Hardly an outlier, Tulsa’s experience is universal among Sunbelt cities with similar growth patterns and histories. Last fall, I toured Atlanta’s Beltline with 30 other Oklahomans, terrifyingly on Lime bikes (we were the terror). The tour told the tale of how Atlanta converted a vacated rail corridor into a vibrant, walkable enclave. This newfound walkable infrastructure was a hit with pedestrians and cyclists, but the true victor was the rising property values in the surrounding real estate.3

“Oceanfront” property along the Atlanta Beltline, 2020. AdobeStock

Tulsa ain’t Atlanta, but the premium placed on walkable development is no different. Even without a Beltline-scale investment, much of our housing stock from the streetcar and early automobile eras is declining in quality, though not necessarily in cost. Even neighborhoods like Kendall-Whittier (which saw white flight with the construction of I-244) are increasingly prized for their relative walkability.

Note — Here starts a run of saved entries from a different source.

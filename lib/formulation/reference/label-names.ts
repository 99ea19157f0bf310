/**
 * Names for the ingredient list of each reference ingredient (DEFAULT_INGREDIENTS keys). An
 * ingredient is listed by its legal name, else its customary name (Regulation (EU) No 1169/2011
 * Art. 17 and 18; 21 CFR 101.4(a)). Every name here is from memory unless marked: a qualified
 * person checks them for the market before a label is used.
 */
export interface LabelNames {
  readonly eu: string;
  readonly us: string;
  readonly note: string;
}

export const LABEL_NAMES: Readonly<Record<string, LabelNames>> = {
  "cocoa-nibs": { eu: "cocoa nibs", us: "cacao nibs", note: "US name: 21 CFR 163.110 (from memory)" },
  "cocoa-liquor": { eu: "cocoa mass", us: "chocolate liquor", note: "US name: 21 CFR 163.111 (primary per REFERENCE.md §1); EU: customary name" },
  "cocoa-butter": { eu: "cocoa butter", us: "cocoa butter", note: "Directive 2000/36/EC Annex I A.1 (from memory)" },
  "cocoa-powder-10-12": { eu: "fat-reduced cocoa powder", us: "cocoa", note: "EU: Directive 2000/36/EC Annex I A.2(c), under 20 % cocoa butter; US: 21 CFR 163.114, 10–22 % fat (both from memory)" },
  sucrose: { eu: "sugar", us: "sugar", note: "customary name" },
  "whole-milk-powder": { eu: "whole milk powder", us: "whole milk powder", note: "customary name; US dry whole milk, 21 CFR 131.147 (from memory)" },
  "skim-milk-powder": { eu: "skimmed milk powder", us: "nonfat dry milk", note: "US: 21 CFR 131.125 (from memory)" },
  "buttermilk-powder": { eu: "buttermilk powder", us: "buttermilk powder", note: "customary name" },
  "soy-lecithin": { eu: "emulsifier (soya lecithin)", us: "soy lecithin", note: "EU: category name and specific name, Regulation (EU) No 1169/2011 Annex VII Part C (from memory)" },
  vanilla: { eu: "vanilla", us: "vanilla", note: "customary name" },
};

/** The names of a reference ingredient key, or undefined. */
export function findLabelNames(key: string | null | undefined): LabelNames | undefined {
  return key ? LABEL_NAMES[key] : undefined;
}
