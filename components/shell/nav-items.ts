/** The signed-in app's sections, in the order a maker's work flows. */
export const navItems: ReadonlyArray<{ href: string; label: string }> = [{ href: "/overview", label: "Overview" }];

Our Affordable Housing Stock Today: Very New or Nearing Its End

One thing about Tulsa few consider is that we’re really, really landlocked. Aside from the last remaining pastures in east Tulsa or northwest Tulsa’s rolling hills (which are more challenging to develop), Tulsa is built out. 

For Tulsa’s population and economy to grow we need more housing, here, within city limits. We must build up, not out. Yet, our exclusionary zoning code prevents the development of anything but single-family homes, which are still important but insufficient. 

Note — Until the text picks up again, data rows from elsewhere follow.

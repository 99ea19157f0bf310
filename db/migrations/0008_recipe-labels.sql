CREATE TABLE "recipe_labels" (
	"recipe_id" uuid PRIMARY KEY NOT NULL,
	"workspace_id" uuid NOT NULL,
	"may_contain" text,
	"pieces_per_bar" integer,
	"eu_portion_grams" numeric(8, 2),
	"updated_by_id" uuid,
	"created_at" timestamp with time zone DEFAULT now() NOT NULL,
	"updated_at" timestamp with time zone DEFAULT now() NOT NULL
);
--> statement-breakpoint
ALTER TABLE "recipe_labels" ADD CONSTRAINT "recipe_labels_recipe_id_recipes_id_fk" FOREIGN KEY ("recipe_id") REFERENCES "public"."recipes"("id") ON DELETE cascade ON UPDATE no action;--> statement-breakpoint
ALTER TABLE "recipe_labels" ADD CONSTRAINT "recipe_labels_workspace_id_workspaces_id_fk" FOREIGN KEY ("workspace_id") REFERENCES "public"."workspaces"("id") ON DELETE cascade ON UPDATE no action;--> statement-breakpoint
ALTER TABLE "recipe_labels" ADD CONSTRAINT "recipe_labels_updated_by_id_users_id_fk" FOREIGN KEY ("updated_by_id") REFERENCES "public"."users"("id") ON DELETE set null ON UPDATE no action;--> statement-breakpoint
CREATE INDEX "recipe_labels_workspace_idx" ON "recipe_labels" USING btree ("workspace_id");--> statement-breakpoint
CREATE INDEX "recipe_labels_updated_by_idx" ON "recipe_labels" USING btree ("updated_by_id");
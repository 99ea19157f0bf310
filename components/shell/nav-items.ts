import type { Permission } from "@/lib/auth/permissions";

/** The signed-in app's sections, in the order a maker's work flows; each shown only to roles that may use it. */
export const navItems: ReadonlyArray<{ href: string; label: string; permission: Permission; demoOnly?: boolean }> = [
  { href: "/overview", label: "Overview", permission: "workspace.read" },
  { href: "/ingredients", label: "Ingredients", permission: "ingredients.read" },
  { href: "/suppliers", label: "Suppliers", permission: "ingredients.read" },
  { href: "/prices", label: "Prices", permission: "ingredients.read" },
  { href: "/recipes", label: "Recipes", permission: "recipes.readReleased" },
  { href: "/lots", label: "Bean lots", permission: "lots.read" },
  { href: "/costing", label: "Costing", permission: "costs.read" },
  { href: "/batches", label: "Batches", permission: "batches.read" },
  { href: "/settings/members", label: "Team", permission: "workspace.read" },
  { href: "/settings/mailbox", label: "Mailbox", permission: "members.manage", demoOnly: true },
];
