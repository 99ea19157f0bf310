import type { Viewer } from "./current";

/**
 * Signed-in viewers recently checked against the database, by session id, kept
 * in this process for up to VIEWER_TTL_MS: what route handlers and server
 * actions (lib/auth/authorize.ts) read, so a burst of API calls (the bench's
 * evaluations, an integration) does not make two queries each just to learn
 * who is asking. Pages always check afresh (lib/auth/current.ts getViewer).
 *
 * What this process changes it forgets at once: sign-out, sign-out everywhere,
 * password change or reset, a role change or removal, a workspace switch
 * (lib/auth/session.ts, lib/data/memberships.ts, lib/data/sessions.ts). Another
 * server process (several behind a load balancer) may honour a session ended
 * elsewhere, or an old role, for up to VIEWER_TTL_MS: the price of the speed.
 * BARWRIGHT_VIEWER_CACHE_MS=0 turns the cache off.
 *
 * Entries never outlive their session: each keeps the earlier of its TTL, the
 * session's idle expiry and its absolute lifetime. One map per process (on
 * globalThis: route handlers, actions and pages are bundled apart).
 */
export const VIEWER_TTL_MS = ttlFromEnv(process.env.BARWRIGHT_VIEWER_CACHE_MS, 5_000);
const MAX_ENTRIES = 10_000;

type Entry = { viewer: Viewer; until: number };
type Store = Map<string, Entry>;

const KEY = Symbol.for("barwright.viewer-cache");
const holder = globalThis as typeof globalThis & { [KEY]?: Store };
const store: Store = (holder[KEY] ??= new Map());

export function ttlFromEnv(raw: string | undefined, fallback: number): number {
  if (raw === undefined || raw.trim() === "") return fallback;
  const n = Number(raw);
  return Number.isFinite(n) && n >= 0 ? Math.min(n, 60_000) : fallback;
}

/** The viewer of `sessionId` if this process checked it within the TTL (and the session has not expired since). */
export function recentViewer(sessionId: string, now = Date.now()): Viewer | null {
  const hit = store.get(sessionId);
  if (!hit) return null;
  if (now >= hit.until) {
    store.delete(sessionId);
    return null;
  }
  return hit.viewer;
}

/** Keeps a viewer just checked against the database, until `validUntil` at the latest (the session's own end). */
export function rememberViewer(sessionId: string, viewer: Viewer, validUntil: number, now = Date.now(), ttl = VIEWER_TTL_MS): void {
  if (ttl <= 0) return;
  const until = Math.min(now + ttl, validUntil);
  if (until <= now) return;
  store.delete(sessionId);
  store.set(sessionId, { viewer, until });
  // Oldest first in a Map: drop the oldest when full.
  while (store.size > MAX_ENTRIES) store.delete(store.keys().next().value!);
}

/** Forgets one session (sign-out, workspace switch). */
export function forgetSession(sessionId: string): void {
  store.delete(sessionId);
}

/** Forgets every session of a person (sign-out everywhere, password change, role change, removal). */
export function forgetViewersOf(userId: string): void {
  for (const [id, entry] of store) if (entry.viewer.user.id === userId) store.delete(id);
}

/** Forgets everything (tests; a change that touches many people at once). */
export function forgetAllViewers(): void {
  store.clear();
}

Recent census data makes it clear: the growth in this region is happening in our suburbs, not in Tulsa proper. This chart shows just how few people Tulsa has added between 2023 and 2024, especially in comparison to orbiting municipalities in our metropolitan galaxy.

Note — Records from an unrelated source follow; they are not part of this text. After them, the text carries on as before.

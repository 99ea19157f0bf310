import type { StandardQuantity } from "../quantities";
import type { Authority, Basis, SourceStatus } from "../types";

/** A Codex minimum that each national authority picks within a range (CXS 87-1981 2.1.4, 2.1.8). */
export type CodexSettingName =
  | "milkChocolateMilkSolidsMin"
  | "milkChocolateMilkFatMin"
  | "whiteChocolateMilkFatMin";

/** One legal limit as data. Percentages are decimal strings; bounds are inclusive unless marked. */
export interface StandardLimit {
  readonly quantity: StandardQuantity;
  readonly minimum?: string;
  readonly maximum?: string;
  /** The maximum itself fails ("less than"). */
  readonly exclusiveMaximum?: true;
  /** When set, the minimum comes from this Codex setting (default and range in CODEX_SETTINGS). */
  readonly codexSetting?: CodexSettingName;
  /** Overrides the category's basis for this one limit. */
  readonly basis?: Basis;
  readonly clause: string;
  readonly status: SourceStatus;
  readonly note?: string;
}

/** One legal category of one authority, with the basis its figures are computed on. */
export interface StandardCategory {
  readonly authority: Authority;
  /** The regulation's own category name, lower case. */
  readonly category: string;
  readonly reference: string;
  readonly basis: Basis;
  readonly limits: readonly StandardLimit[];
}

/** Range and default of each Codex setting; defaults are the top of the range, as agreed in issue 3. */
export const CODEX_SETTINGS: Readonly<
  Record<CodexSettingName, { min: string; max: string; default: string; clause: string; status: SourceStatus }>
> = {
  milkChocolateMilkSolidsMin: { min: "12", max: "14", default: "14", clause: "Codex CXS 87-1981 section 2.1.4", status: "memory" },
  milkChocolateMilkFatMin: { min: "2.5", max: "3.5", default: "3.5", clause: "Codex CXS 87-1981 section 2.1.4", status: "memory" },
  whiteChocolateMilkFatMin: { min: "2.5", max: "3.5", default: "3.5", clause: "Codex CXS 87-1981 section 2.1.8", status: "memory" },
};

const EU = "Directive 2000/36/EC";
const CFR = "21 CFR";
const CODEX = "Codex CXS 87-1981";

const min = (quantity: StandardQuantity, minimum: string, clause: string, status: SourceStatus): StandardLimit => ({
  quantity,
  minimum,
  clause,
  status,
});

/** EU Art. 2(1): vegetable fats other than cocoa butter ≤ 5 %, after deducting other foodstuffs. */
const EU_VEGETABLE_FAT: StandardLimit = {
  quantity: "vegetableFat",
  maximum: "5",
  clause: `${EU} Art. 2(1)`,
  status: "secondary",
  note: "Any vegetable fat needs the label statement 'contains vegetable fats in addition to cocoa butter'.",
};

/**
 * Codex section 2: the same 5 % limit, counted on the finished product after deducting other
 * foodstuffs (not on dry matter), hence the EU basis here. Wording recalled: verify.
 */
const CODEX_VEGETABLE_FAT: StandardLimit = {
  quantity: "vegetableFat",
  maximum: "5",
  basis: "eu",
  clause: `${CODEX} section 2`,
  status: "memory",
};

/** 21 CFR 163: a fat other than cacao fat and milk fat takes a product into the coatings. */
const US_NO_VEGETABLE_FAT: StandardLimit = {
  quantity: "vegetableFat",
  maximum: "0",
  clause: `${CFR} 163.123–163.130`,
  status: "memory",
  note: "Any fat other than cocoa butter and milk fat makes it a coating (21 CFR 163.150–163.155).",
};

/** White chocolate is made of cocoa butter, milk and sugar: no non-fat cocoa solids (definitions). */
const noCocoaSolids = (clause: string, status: SourceStatus): StandardLimit => ({
  quantity: "cocoaSolidsNonFat",
  maximum: "0",
  clause,
  status,
  note: "By definition white chocolate contains no cocoa solids other than cocoa butter.",
});

const usMilkSolidsBelow12 = (clause: string): StandardLimit => ({
  quantity: "dryMilkSolids",
  maximum: "12",
  exclusiveMaximum: true,
  clause,
  status: "primary",
});

/**
 * Every category of the three authorities with its limits, each with its clause and status,
 * from /work/shared/REFERENCE.md section 2. The two "no cocoa solids" rules for white chocolate
 * and the US "no other fat" rule come from the categories' definitions (status memory).
 */
export const STANDARD_CATEGORIES: readonly StandardCategory[] = [
  { authority: "EU", category: "chocolate", reference: `${EU} Annex I A.3(a)`, basis: "eu", limits: [
    min("totalDryCocoaSolids", "35", `${EU} Annex I A.3(a)`, "secondary"),
    min("cocoaButter", "18", `${EU} Annex I A.3(a)`, "secondary"),
    min("cocoaSolidsNonFat", "14", `${EU} Annex I A.3(a)`, "secondary"),
    EU_VEGETABLE_FAT,
  ] },
  { authority: "EU", category: "couverture chocolate", reference: `${EU} Annex I A.3(c)`, basis: "eu", limits: [
    min("totalDryCocoaSolids", "35", `${EU} Annex I A.3(c)`, "secondary"),
    min("cocoaButter", "31", `${EU} Annex I A.3(c)`, "secondary"),
    min("cocoaSolidsNonFat", "2.5", `${EU} Annex I A.3(c)`, "secondary"),
    EU_VEGETABLE_FAT,
  ] },
  { authority: "EU", category: "milk chocolate", reference: `${EU} Annex I A.4(a)`, basis: "eu", limits: [
    min("totalDryCocoaSolids", "25", `${EU} Annex I A.4(a)`, "secondary"),
    min("cocoaSolidsNonFat", "2.5", `${EU} Annex I A.4(a)`, "secondary"),
    min("dryMilkSolids", "14", `${EU} Annex I A.4(a)`, "secondary"),
    min("milkFat", "3.5", `${EU} Annex I A.4(a)`, "secondary"),
    min("totalFat", "25", `${EU} Annex I A.4(a)`, "secondary"),
    EU_VEGETABLE_FAT,
  ] },
  { authority: "EU", category: "couverture milk chocolate", reference: `${EU} Annex I A.4(c)`, basis: "eu", limits: [
    min("totalDryCocoaSolids", "25", `${EU} Annex I A.4(c)`, "memory"),
    min("cocoaSolidsNonFat", "2.5", `${EU} Annex I A.4(c)`, "memory"),
    min("dryMilkSolids", "14", `${EU} Annex I A.4(c)`, "memory"),
    min("milkFat", "3.5", `${EU} Annex I A.4(c)`, "memory"),
    min("totalFat", "31", `${EU} Annex I A.4(c)`, "memory"),
    EU_VEGETABLE_FAT,
  ] },
  { authority: "EU", category: "family milk chocolate", reference: `${EU} Annex I A.5`, basis: "eu", limits: [
    min("totalDryCocoaSolids", "20", `${EU} Annex I A.5`, "primary"),
    min("cocoaSolidsNonFat", "2.5", `${EU} Annex I A.5`, "primary"),
    min("dryMilkSolids", "20", `${EU} Annex I A.5`, "primary"),
    min("milkFat", "5", `${EU} Annex I A.5`, "primary"),
    min("totalFat", "25", `${EU} Annex I A.5`, "primary"),
    EU_VEGETABLE_FAT,
  ] },
  { authority: "EU", category: "white chocolate", reference: `${EU} Annex I A.6`, basis: "eu", limits: [
    min("cocoaButter", "20", `${EU} Annex I A.6`, "memory"),
    min("dryMilkSolids", "14", `${EU} Annex I A.6`, "memory"),
    min("milkFat", "3.5", `${EU} Annex I A.6`, "memory"),
    noCocoaSolids(`${EU} Annex I A.6`, "memory"),
    EU_VEGETABLE_FAT,
  ] },
  { authority: "US", category: "sweet chocolate", reference: `${CFR} 163.123(a)(2)`, basis: "us", limits: [
    min("usChocolateLiquor", "15", `${CFR} 163.123(a)(2)`, "primary"),
    usMilkSolidsBelow12(`${CFR} 163.123(a)(2)`),
    US_NO_VEGETABLE_FAT,
  ] },
  { authority: "US", category: "semisweet chocolate", reference: `${CFR} 163.123(a)(3)`, basis: "us", limits: [
    min("usChocolateLiquor", "35", `${CFR} 163.123(a)(3)`, "primary"),
    usMilkSolidsBelow12(`${CFR} 163.123(a)(3)`),
    US_NO_VEGETABLE_FAT,
  ] },
  { authority: "US", category: "milk chocolate", reference: `${CFR} 163.130`, basis: "us", limits: [
    min("usChocolateLiquor", "10", `${CFR} 163.130`, "primary"),
    min("dryMilkSolids", "12", `${CFR} 163.130`, "primary"),
    min("milkFat", "3.39", `${CFR} 163.130`, "primary"),
    US_NO_VEGETABLE_FAT,
  ] },
  { authority: "US", category: "white chocolate", reference: `${CFR} 163.124`, basis: "us", limits: [
    min("cocoaButter", "20", `${CFR} 163.124`, "primary"),
    min("dryMilkSolids", "14", `${CFR} 163.124`, "primary"),
    min("milkFat", "3.5", `${CFR} 163.124`, "primary"),
    { quantity: "sugar", maximum: "55", clause: `${CFR} 163.124`, status: "primary", note: "Nutritive carbohydrate sweetener." },
    noCocoaSolids(`${CFR} 163.124`, "memory"),
    US_NO_VEGETABLE_FAT,
  ] },
  { authority: "Codex", category: "chocolate", reference: `${CODEX} section 2.1.1`, basis: "codex", limits: [
    min("totalDryCocoaSolids", "35", `${CODEX} section 2.1.1`, "primary"),
    min("cocoaButter", "18", `${CODEX} section 2.1.1`, "primary"),
    min("cocoaSolidsNonFat", "14", `${CODEX} section 2.1.1`, "primary"),
    CODEX_VEGETABLE_FAT,
  ] },
  { authority: "Codex", category: "sweet chocolate", reference: `${CODEX} section 2.1.2`, basis: "codex", limits: [
    min("totalDryCocoaSolids", "30", `${CODEX} section 2.1.2`, "secondary"),
    min("cocoaButter", "18", `${CODEX} section 2.1.2`, "secondary"),
    min("cocoaSolidsNonFat", "12", `${CODEX} section 2.1.2`, "secondary"),
    CODEX_VEGETABLE_FAT,
  ] },
  { authority: "Codex", category: "couverture chocolate", reference: `${CODEX} section 2.1.3`, basis: "codex", limits: [
    min("totalDryCocoaSolids", "35", `${CODEX} section 2.1.3`, "secondary"),
    min("cocoaButter", "31", `${CODEX} section 2.1.3`, "secondary"),
    min("cocoaSolidsNonFat", "2.5", `${CODEX} section 2.1.3`, "secondary"),
    CODEX_VEGETABLE_FAT,
  ] },
  { authority: "Codex", category: "milk chocolate", reference: `${CODEX} section 2.1.4`, basis: "codex", limits: [
    min("totalDryCocoaSolids", "25", `${CODEX} section 2.1.4`, "memory"),
    min("cocoaSolidsNonFat", "2.5", `${CODEX} section 2.1.4`, "memory"),
    { ...min("dryMilkSolids", "14", `${CODEX} section 2.1.4`, "memory"), codexSetting: "milkChocolateMilkSolidsMin" },
    { ...min("milkFat", "3.5", `${CODEX} section 2.1.4`, "memory"), codexSetting: "milkChocolateMilkFatMin" },
    CODEX_VEGETABLE_FAT,
  ] },
  { authority: "Codex", category: "family milk chocolate", reference: `${CODEX} section 2.1.5`, basis: "codex", limits: [
    min("totalDryCocoaSolids", "20", `${CODEX} section 2.1.5`, "secondary"),
    min("cocoaSolidsNonFat", "2.5", `${CODEX} section 2.1.5`, "secondary"),
    min("dryMilkSolids", "20", `${CODEX} section 2.1.5`, "secondary"),
    min("milkFat", "5", `${CODEX} section 2.1.5`, "secondary"),
    CODEX_VEGETABLE_FAT,
  ] },
  { authority: "Codex", category: "milk chocolate couverture", reference: `${CODEX} section 2.1.6`, basis: "codex", limits: [
    min("totalDryCocoaSolids", "25", `${CODEX} section 2.1.6`, "secondary"),
    min("cocoaSolidsNonFat", "2.5", `${CODEX} section 2.1.6`, "secondary"),
    min("dryMilkSolids", "14", `${CODEX} section 2.1.6`, "secondary"),
    min("milkFat", "3.5", `${CODEX} section 2.1.6`, "secondary"),
    min("totalFat", "31", `${CODEX} section 2.1.6`, "secondary"),
    CODEX_VEGETABLE_FAT,
  ] },
  { authority: "Codex", category: "white chocolate", reference: `${CODEX} section 2.1.8`, basis: "codex", limits: [
    min("cocoaButter", "20", `${CODEX} section 2.1.8`, "memory"),
    min("dryMilkSolids", "14", `${CODEX} section 2.1.8`, "memory"),
    { ...min("milkFat", "3.5", `${CODEX} section 2.1.8`, "memory"), codexSetting: "whiteChocolateMilkFatMin" },
    noCocoaSolids(`${CODEX} section 2.1.8`, "memory"),
    CODEX_VEGETABLE_FAT,
  ] },
];

/**
 * Inclusions (other edible foodstuffs) may make up at most 40 % of the finished product:
 * Directive 2000/36/EC Annex I notes; Codex CXS 87-1981 section 2.
 */
export const MAX_INCLUSIONS_PERCENT = "40";

/** One limit with its category, flattened for listing (for example on a "sources" page). */
export interface StandardLimitRow extends StandardLimit {
  readonly authority: Authority;
  readonly category: string;
  /** The basis the limit is computed on. */
  readonly basis: Basis;
}

/**
 * Every limit of STANDARD_CATEGORIES as one flat list, in the same order: authority, category,
 * quantity, minimum or maximum (exclusive when marked), clause, status and basis.
 */
export const STANDARD_LIMITS: readonly StandardLimitRow[] = STANDARD_CATEGORIES.flatMap((category) =>
  category.limits.map((limit) => ({ ...limit, authority: category.authority, category: category.category, basis: limit.basis ?? category.basis })),
);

City2023 populationPercentage change 2023-2024
Collinsville9,7574.5%
Owasso42,8213.5%
Bixby31,7282.9%
Broken Arrow122,7562.5%
Skiatook8,8791.5%
Sperry1,2441.2%
Glenpool14,5671%
Jenks27,8690.6%
Sand Springs20,3300.5%
Tulsa415,1540.3%
Data source: 2024 U.S. Census Bureau

Looking at this list, it’s clear that our region writ large is growing, though slowly. That growth means there is demand for new housing. Our suburbs are absorbing nearly all of this growth, in houses and apartment complexes alike. Again, this is nothing new. Old real estate adages like “Drive ‘till you qualify,” remain as true today as they did in our early automobile era. 

Still, that leaves the question of what is happening with the city’s housing ecosystem. With little land for new neighborhoods, most of our homes are aging, and most are not aging well. This can be a good thing! Urbanism godhead Jane Jacobs argues for the need for aged buildings in chapter 10 of The Death And Life Of Great American Cities, fortune-cookie style: “Time makes the high building costs of one generation the bargains of a following generation.”      

Older apartment complexes and homes are what affordable housing wonks call “NOAH,” or Naturally Occurring Affordable Housing. These properties are not subsidized and tend to rent for less simply because tenants know they’ll require more upkeep, to say nothing of rodents or absentee out-of-state landlords.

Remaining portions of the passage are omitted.